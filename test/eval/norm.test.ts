// Normalization kernels against onnxruntime-node on seeded random shapes, and BatchNormalization against the
// formula of the ONNX operator documentation (Operators.md: Y = (X - mean) / sqrt(var + epsilon) * scale + B).
import { describe, expect, it } from 'vitest';
import { f, randn, rng, uniform, modelBytes } from '../helpers/build.js';
import { checkOp, oneNode, runBoth, type In } from './harness.js';
import { maxDiff } from '../helpers/ort.js';
import { parseModel } from '../../src/onnx/read.js';
import { runModel } from '../../src/eval/run.js';
import { isPleatError } from '../../src/errors.js';

const int = (r: () => number, lo: number, hi: number) => lo + Math.floor(r() * (hi - lo + 1));
const prod = (d: number[]) => d.reduce((a, b) => a * b, 1);

function randDims(r: () => number, minRank: number, maxRank: number): number[] {
  const rank = int(r, minRank, maxRank);
  return Array.from({ length: rank }, () => int(r, 1, 5));
}

describe('BatchNormalization vs onnxruntime-node', () => {
  it('per-channel inference form at opsets 7, 9, 14, 15 (rank 2 to 5)', async () => {
    for (let seed = 1; seed <= 24; seed++) {
      const r = rng(seed);
      const dims = randDims(r, 2, 5), C = dims[1]!;
      const opset = [7, 9, 14, 15][seed % 4]!;
      const ins: In[] = [
        { name: 'x', dims, data: randn(r, prod(dims), 2, 0.5) },
        { name: 's', dims: [C], data: randn(r, C), init: true },
        { name: 'b', dims: [C], data: randn(r, C), init: true },
        { name: 'm', dims: [C], data: randn(r, C), init: r() < 0.5 },
        { name: 'v', dims: [C], data: uniform(r, C, 0.1, 3), init: true },
      ];
      await checkOp('BatchNormalization', opset, ins, seed % 3 ? { epsilon: f(1e-3) } : {}, ['y'], 1e-5, `seed ${seed} [${dims}]`);
    }
  });
  it('opset 6 (is_test=1) against onnxruntime-node at opset 7, which has no opset-6 kernel; the operator docs give both one formula', async () => {
    for (let seed = 1; seed <= 6; seed++) {
      const r = rng(seed + 30);
      const dims = randDims(r, 2, 4), C = dims[1]!;
      const ins: In[] = [
        { name: 'x', dims, data: randn(r, prod(dims)) },
        { name: 's', dims: [C], data: randn(r, C), init: true }, { name: 'b', dims: [C], data: randn(r, C), init: true },
        { name: 'm', dims: [C], data: randn(r, C), init: true }, { name: 'v', dims: [C], data: uniform(r, C, 0.1, 3), init: true },
      ];
      const ref = (await runBoth(oneNode('BatchNormalization', ins, {}, ['y']), ins, 7)).ort.y!;
      const model = parseModel(modelBytes(oneNode('BatchNormalization', ins, { is_test: 1 }, ['y']), { opset: 6 }), '.');
      const y = runModel(model, new Map([['x', { type: 1, dims, data: Float64Array.from(ins[0]!.data) }]]), { precision: 'float64' }).get('y')!;
      const { maxAbs, scale } = maxDiff(y.data, ref.data);
      expect(maxAbs).toBeLessThanOrEqual(1e-5 * Math.max(scale, 1e-3));
    }
  });
  it('legacy spatial=0 (per-activation statistics) at opset 7', async () => {
    for (let seed = 1; seed <= 8; seed++) {
      const r = rng(seed + 50);
      const dims = [int(r, 1, 3), int(r, 1, 4), int(r, 1, 4), int(r, 1, 4)], S = prod(dims.slice(1)), pd = dims.slice(1);
      const ins: In[] = [
        { name: 'x', dims, data: randn(r, prod(dims)) },
        { name: 's', dims: pd, data: randn(r, S), init: true },
        { name: 'b', dims: pd, data: randn(r, S), init: true },
        { name: 'm', dims: pd, data: randn(r, S), init: true },
        { name: 'v', dims: pd, data: uniform(r, S, 0.1, 3), init: true },
      ];
      await checkOp('BatchNormalization', 7, ins, { spatial: 0 }, ['y'], 1e-5, `seed ${seed} [${dims}]`);
    }
  });
  const bnIns: In[] = [
    { name: 'x', dims: [1, 2, 1, 1], data: [1.5, 2] },
    { name: 's', dims: [2], data: [1, 2], init: true }, { name: 'b', dims: [2], data: [0, 1], init: true },
    { name: 'm', dims: [2], data: [0.5, 0], init: true }, { name: 'v', dims: [2], data: [1, 4], init: true },
  ];
  const feed = new Map([['x', { type: 1, dims: [1, 2, 1, 1], data: Float64Array.from([1.5, 2]) }]]);
  it('matches the documented formula on hand-computed numbers', () => {
    const model = parseModel(modelBytes(oneNode('BatchNormalization', bnIns, { epsilon: f(0) }, ['y']), { opset: 15 }), '.');
    // (1.5-0.5)/1*1+0 = 1; (2-0)/2*2+1 = 3
    expect(Array.from(runModel(model, feed, { precision: 'float64' }).get('y')!.data)).toEqual([1, 3]);
  });
  it('refuses training_mode=1 with an unsupported-op error naming the node', () => {
    const model = parseModel(modelBytes(oneNode('BatchNormalization', bnIns, { training_mode: 1 }, ['y']), { opset: 15 }), '.');
    let err: unknown;
    try { runModel(model, feed, { precision: 'float64' }); } catch (e) { err = e; }
    expect(isPleatError(err) && err.kind === 'unsupported-op').toBe(true);
    expect((err as Error).message).toContain('batchnormalization_under_test');
    expect((err as Error).message).toContain('training_mode');
    expect((err as Error).message).not.toContain('\n');
  });
});

describe('InstanceNormalization, LayerNormalization, GroupNormalization vs onnxruntime-node', () => {
  it('InstanceNormalization (opset 6, rank 3 to 5)', async () => {
    for (let seed = 1; seed <= 12; seed++) {
      const r = rng(seed + 200);
      const dims = [int(r, 1, 3), int(r, 1, 4), ...randDims(r, 1, 3).map((d) => d + 1)], C = dims[1]!;
      await checkOp('InstanceNormalization', 6, [
        { name: 'x', dims, data: randn(r, prod(dims), 3, 1) },
        { name: 's', dims: [C], data: randn(r, C), init: true },
        { name: 'b', dims: [C], data: randn(r, C), init: true },
      ], { epsilon: f(1e-4) }, ['y'], 1e-5, `seed ${seed} [${dims}]`);
    }
  });
  it('LayerNormalization (opset 17, every axis, optional B, Mean and InvStdDev outputs)', async () => {
    for (let seed = 1; seed <= 16; seed++) {
      const r = rng(seed + 300);
      const dims = randDims(r, 1, 4).map((d) => d + 1), rank = dims.length;
      const axis = int(r, -rank, rank - 1), a = axis < 0 ? axis + rank : axis, nd = dims.slice(a);
      const ins: In[] = [{ name: 'x', dims, data: randn(r, prod(dims), 2, 1) }, { name: 's', dims: nd, data: randn(r, prod(nd)), init: true }];
      if (seed % 2) ins.push({ name: 'b', dims: nd, data: randn(r, prod(nd)), init: true });
      await checkOp('LayerNormalization', 17, ins, { axis }, ['y', 'mean', 'istd'], 1e-5, `seed ${seed} [${dims}] axis ${axis}`);
    }
  });
  // Scale and B with leading size-1 axes ([1, D] for [D]) were refused as "do not broadcast to [D]", although
  // onnxruntime runs them (it takes Scale/B broadcastable to X.shape[axis:], of rank at most X's).
  it('LayerNormalization with Scale/B of leading size-1 axes', async () => {
    for (let seed = 1; seed <= 12; seed++) {
      const r = rng(seed + 350);
      const dims = [int(r, 1, 3), int(r, 2, 4), int(r, 2, 5)];
      const axis = seed % 3 === 0 ? -2 : -1, nd = dims.slice(axis + 3);
      const pdims = seed % 2 ? [1, ...nd] : [...new Array<number>(3 - nd.length).fill(1), ...nd];
      const ins: In[] = [{ name: 'x', dims, data: randn(r, prod(dims), 2, 1) }, { name: 's', dims: pdims, data: randn(r, prod(pdims)), init: true }];
      if (seed % 4 < 2) ins.push({ name: 'b', dims: pdims, data: randn(r, prod(pdims)), init: true });
      await checkOp('LayerNormalization', 17, ins, { axis }, ['y'], 1e-5, `seed ${seed} [${dims}] axis ${axis} scale [${pdims}]`);
    }
  });
  // A Scale that varies over the leading axes too: the function body's Mul and Add (numpy rules) take it, though
  // onnxruntime does not; checked against the formula Y = (x - mean) / sqrt(var + eps) * Scale + B per element.
  it('LayerNormalization with a Scale varying over a leading axis, against the formula', () => {
    const r = rng(377);
    const dims = [2, 3, 4], eps = 1e-5;
    const x = randn(r, 24, 2, 1), sc = randn(r, 12), b = randn(r, 12);
    const g = oneNode('LayerNormalization', [
      { name: 'x', dims, data: x }, { name: 's', dims: [3, 4], data: sc, init: true }, { name: 'b', dims: [3, 4], data: b, init: true },
    ], { axis: -1, epsilon: f(eps) }, ['y']);
    const model = parseModel(modelBytes(g, { opset: 17 }), '.');
    const got = runModel(model, new Map([['x', { type: 1, dims, data: Float64Array.from(x) }]]), { precision: 'float64' }).get('y')!.data;
    for (let row = 0; row < 6; row++) {
      const xs = Array.from(x.subarray(row * 4, row * 4 + 4));
      const mean = xs.reduce((a, v) => a + v, 0) / 4;
      const v = xs.reduce((a, u) => a + (u - mean) ** 2, 0) / 4;
      for (let i = 0; i < 4; i++) {
        const k = (row % 3) * 4 + i; // the Scale row for this row of X (axis 1 of X), as numpy broadcasting picks
        expect(got[row * 4 + i]!).toBeCloseTo((xs[i]! - mean) / Math.sqrt(v + eps) * sc[k]! + b[k]!, 6);
      }
    }
  });
  it('GroupNormalization (opset 18 per-group scale, opset 21 per-channel scale)', async () => {
    for (let seed = 1; seed <= 12; seed++) {
      const r = rng(seed + 400);
      const G = int(r, 1, 3), C = G * int(r, 1, 3);
      const dims = [int(r, 1, 2), C, ...randDims(r, 1, 2).map((d) => d + 1)];
      const opset = seed % 2 ? 18 : 21, P = opset === 18 ? G : C;
      await checkOp('GroupNormalization', opset, [
        { name: 'x', dims, data: randn(r, prod(dims), 2, 1) },
        { name: 's', dims: [P], data: randn(r, P), init: true },
        { name: 'b', dims: [P], data: randn(r, P), init: true },
      ], { num_groups: G, epsilon: f(1e-4) }, ['y'], 1e-5, `seed ${seed} [${dims}] G ${G}`);
    }
  });
});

## What is being asked
Note how many lines of the listing above contain the string "toContain", and give that number with nothing added.

## Exercise result
3